- _What is being asked_
Which lines of the records below contain the word "className"? Report each of them in full.

Data records:

---------------

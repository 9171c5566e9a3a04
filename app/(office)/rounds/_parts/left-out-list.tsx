"use client";

import { useEffect, useRef, useState } from "react";
import Link from "next/link";
import { WaneLabel } from "@/components/charts/wane-disc";
import { Button } from "@/components/ui/button";
import { Section } from "@/components/ui/page-head";
import type { RoundsBoard } from "@/lib/usecases/read-rounds-board";
import type { Placing } from "./use-placing";

const FIRST = 12;

export interface LeftOutListProps {
  title: string;
  rows: RoundsBoard["leftOut"];
  /** Given where stops may be added. */
  placing?: Placing;
  /** The asset that was picked on the map. */
  lit: string | null;
}

/** What the plan leaves out and why, the dearest to wait for first. */
export function LeftOutList({ title, rows, placing, lit }: LeftOutListProps) {
  const [all, setAll] = useState(false);
  const whole = all || rows.findIndex((row) => row.assetId === lit) >= FIRST;
  const shown = whole ? rows : rows.slice(0, FIRST);
  const line = useRef<HTMLLIElement>(null);
  useEffect(() => line.current?.scrollIntoView({ block: "nearest" }), [lit]);
  return (
    <div className="mt-4">
      <Section title={title} aside={rows.length > 0 && `${rows.length} packs`}>
        {rows.length === 0 && (
          <p className="px-3 py-2.5 text-soft">Nothing that is due or near-due is left out.</p>
        )}
        <ul>
          {shown.map((row) => (
            <li
              key={row.assetId}
              ref={row.assetId === lit ? line : undefined}
              aria-current={row.assetId === lit || undefined}
              draggable={placing !== undefined}
              onDragStart={() =>
                placing?.pick({ name: row.tag, siteId: null, assetId: row.assetId })
              }
              onDragEnd={() => placing?.pick(null)}
              className={`grid grid-cols-[5.5rem_5.5rem_minmax(0,1fr)] items-center gap-x-3 gap-y-0.5 border-t border-hair px-3 py-1.5 first:border-t-0 md:grid-cols-[5rem_5.5rem_minmax(0,1fr)_minmax(0,1.6fr)_5rem_auto] ${row.assetId === lit ? "bg-picked" : ""}`}
            >
              <WaneLabel model={row.disc} size={18} />
              <Link className="textlink font-mono text-sm" href={`/fleet/${row.tag}`}>
                {row.tag}
              </Link>
              <span className="truncate">{row.name}</span>
              <span className="col-span-3 text-soft md:col-span-1">{row.why}</span>
              <span className="text-right whitespace-nowrap">{row.waiting}</span>
              {placing && (
                <Button
                  kind="quiet"
                  aria-label={`Add ${row.tag}`}
                  onClick={() =>
                    placing.pick({ name: row.tag, siteId: null, assetId: row.assetId })
                  }
                >
                  Add
                </Button>
              )}
            </li>
          ))}
        </ul>
        {rows.length > FIRST && (
          <p className="border-t border-hair px-3 py-1.5">
            <button type="button" className="textlink" onClick={() => setAll(!whole)}>
              {whole ? "Show fewer" : `Show all ${rows.length}`}
            </button>
          </p>
        )}
      </Section>
    </div>
  );
}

---------------

- _Solution to this task_
    <div className="mt-4">
          <p className="px-3 py-2.5 text-soft">Nothing that is due or near-due is left out.</p>
              className={`grid grid-cols-[5.5rem_5.5rem_minmax(0,1fr)] items-center gap-x-3 gap-y-0.5 border-t border-hair px-3 py-1.5 first:border-t-0 md:grid-cols-[5rem_5.5rem_minmax(0,1fr)_minmax(0,1.6fr)_5rem_auto] ${row.assetId === lit ? "bg-picked" : ""}`}
              <Link className="textlink font-mono text-sm" href={`/fleet/${row.tag}`}>
              <span className="truncate">{row.name}</span>
              <span className="col-span-3 text-soft md:col-span-1">{row.why}</span>
              <span className="text-right whitespace-nowrap">{row.waiting}</span>
          <p className="border-t border-hair px-3 py-1.5">
            <button type="button" className="textlink" onClick={() => setAll(!whole)}>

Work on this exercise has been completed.